İçerdekiler - Dışarıdakiler Teorisi İşgücü 3 temel guruba ayrılmıştır. İnsider: Bir firma içerisinde uzunca süredir çalışmış yüksek verimliliğe sahip firmanın kendilerine yüksek derecede yatırım yaptığı işgücü gurubudur. İşten çıkarılması firmaya büyük miktarda tazminat yükler. Entrance: İşyerlerine daha yeni girmiş herhangi bir kıdem olmamış işgücü gurubu Outsider: Firmalarda işe girmek için iş arayanlar ve iş girmek için kuyrukta bekleyen gurup.

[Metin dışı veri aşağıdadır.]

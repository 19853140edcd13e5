import { useState, type SyntheticEvent } from 'react';
import { Field, FormMessage } from './forms/Field';
import { settled } from '@/components/query/fetch';
import { useSetup } from './account-queries';
import { withQueryClient } from './table/withQueryClient';
import { MIN_PASSWORD, useFormFields } from './forms/useFormFields';
import { buttonPrimary } from './ui';

type FieldName = 'email' | 'name' | 'password';

/** First-run form on an installation without accounts: creates the admin via /api/setup and signs it in. */
function SetupForm() {
  const setup = useSetup();
  const { values, setErrors, busy, setBusy, ready, bind } = useFormFields<FieldName>({ email: '', name: '', password: '' });
  const [formError, setFormError] = useState<string | null>(null);

  async function submit(event: SyntheticEvent<HTMLFormElement>) {
    event.preventDefault();
    setFormError(null);
    const found: Partial<Record<FieldName, string>> = {};
    if (!values.email.trim()) found.email = 'Enter your e-mail address.';
    if (!values.name.trim()) found.name = 'Enter the name people will see.';
    if (values.password.length < MIN_PASSWORD) found.password = `Use at least ${MIN_PASSWORD} characters.`;
    setErrors(found);
    if (Object.keys(found).length > 0) return;

    setBusy(true);
    const result = await settled(setup.mutateAsync({ email: values.email.trim(), name: values.name.trim(), password: values.password }));
    if (result.ok) {
      window.location.assign('/');
      return;
    }
    setBusy(false);
    const { field, message } = result.error;
    if (field === 'email' || field === 'name' || field === 'password') setErrors({ [field]: message });
    else setFormError(message);
  }

  return (
    <form method="post" onSubmit={submit} noValidate className="space-y-4" aria-label="Create the first account" data-ready={ready || undefined}>
      {formError && <FormMessage tone="error">{formError}</FormMessage>}
      <Field label="E-mail" type="email" autoComplete="username" autoFocus {...bind('email')} />
      <Field label="Name" autoComplete="name" {...bind('name')} />
      <Field label="Password" type="password" autoComplete="new-password" hint={`At least ${MIN_PASSWORD} characters.`} {...bind('password')} />
      <button type="submit" className={buttonPrimary + ' w-full'} disabled={busy || !ready}>
        {busy ? 'Creating…' : 'Create the admin account'}
      </button>
    </form>
  );
}

export default withQueryClient(SetupForm, 0);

Yani işsizleri ifade eder.

İçerdekiler - Dışarıdakiler Teorisi İşe alma ve eğitim gibi maliyetlerin, içerdekileri dışarıdakilerle değiştir­meyi firmalar açısından pahalı hale getirmesi; firmaları içerdekilerle ücret pa­zarlığı yapmaya yöneltmektedir. Bu durumda doğal olarak ücretlerin daha da yükselmesine yol açmaktadır. Bu bağlamda Teori’ye göre süregelmekte olan yüksek ücret ve gönülsüz işsizlerin bir arada olması içerdekilerden kaynaklanmaktadır. Firma düzeyinde hem fiyatın, hem de üretkenliğin belirlenmesinde, içeride olanlar son derece büyük bir önem taşımaktadır

Etkin Ücret Yaklaşımı Neo-Klasik kökenlidir. Yüksek ücret verip yüksek verimliliğin sağlanmaya çalışılmasıdır. İşgücü piyasasında çok daha düşük ücretlerde dahi çalışma arzu­ sunda olan işsizler olduğu halde, firmaların neden ücret düzeyini düşürmediğini açıklar.

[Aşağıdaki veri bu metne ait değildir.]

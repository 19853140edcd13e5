import { useEffect, useState, type ReactNode } from 'react';
import { applyThemeChoice, readThemeChoice, type ThemeChoice } from './theme';

const CHOICES: { value: ThemeChoice; label: string; icon: ReactNode }[] = [
  {
    value: 'system',
    label: 'Follow the system theme',
    icon: (
      <path d="M3 4.5h14v9H3zM7.5 16.5h5M10 13.5v3" fill="none" stroke="currentColor" strokeWidth="1.5" strokeLinejoin="round" />
    ),
  },
  {
    value: 'light',
    label: 'Light theme',
    icon: (
      <g fill="none" stroke="currentColor" strokeWidth="1.5" strokeLinecap="round">
        <circle cx="10" cy="10" r="3.2" />
        <path d="M10 2.5v1.8M10 15.7v1.8M2.5 10h1.8M15.7 10h1.8M4.7 4.7l1.3 1.3M14 14l1.3 1.3M4.7 15.3L6 14M14 6l1.3-1.3" />
      </g>
    ),
  },
  {
    value: 'dark',
    label: 'Dark theme',
    icon: (
      <path d="M15.5 12.5A6 6 0 0 1 7.5 4.5a6 6 0 1 0 8 8z" fill="none" stroke="currentColor" strokeWidth="1.5" strokeLinejoin="round" />
    ),
  },
];

/** Three-way theme switch (system, light, dark), remembered in localStorage. */
export default function ThemeSwitch() {
  // The server cannot know the stored choice: start at 'system' and correct after mounting.
  const [choice, setChoice] = useState<ThemeChoice>('system');
  useEffect(() => setChoice(readThemeChoice()), []);

  function choose(next: ThemeChoice) {
    applyThemeChoice(next);
    setChoice(next);
  }

  return (
    <div role="group" aria-label="Theme" className="flex items-center rounded-md border border-line bg-surface p-0.5">
      {CHOICES.map((c) => (
        <button
          key={c.value}
          type="button"
          aria-pressed={choice === c.value}
          aria-label={c.label}
          title={c.label}
          data-theme-choice={c.value}
          onClick={() => choose(c.value)}
          className={
            'grid h-7 w-7 place-items-center rounded transition-colors ' +
            (choice === c.value ? 'bg-panel text-ink shadow-sm ring-1 ring-line' : 'text-muted hover:text-ink')
          }
        >
          <svg viewBox="0 0 20 20" className="h-4 w-4" aria-hidden="true">
            {c.icon}
          </svg>
        </button>
      ))}
    </div>
  );
}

Etkin Ücret Yaklaşımı Nutritional Modeli (Beslenme): Yüksek ücret alarak daha yüksek standartlarda yaşamını süründürmeye başlayan işgücünün personelin kendisine daha iyi bakabileceklerini daha nitelikli ve daha verimli olacaklarını söyler. Shirking Modeli (Kaytarma): İşgücünün çalışmış olduğu işlerde almış olduğu ücret ve sahip olmuş olduğu istihdam şartları diğer işyerinde de aynıysa birey o işte çalışmak ve o işte verimli bir şekilde çalışmak için çok da fazla çaba harcamaz. Labour Turnover Modeli (İşçi devri): İşyerinde işe giriş-çıkış hareketlerinin firmaya yüklemiş olduğu maliyetleri aşağı çekmek için firmayı nitelikli işgücü tabakasını çekebilecek yüksek ücret şartlarının uygulanması durumudur.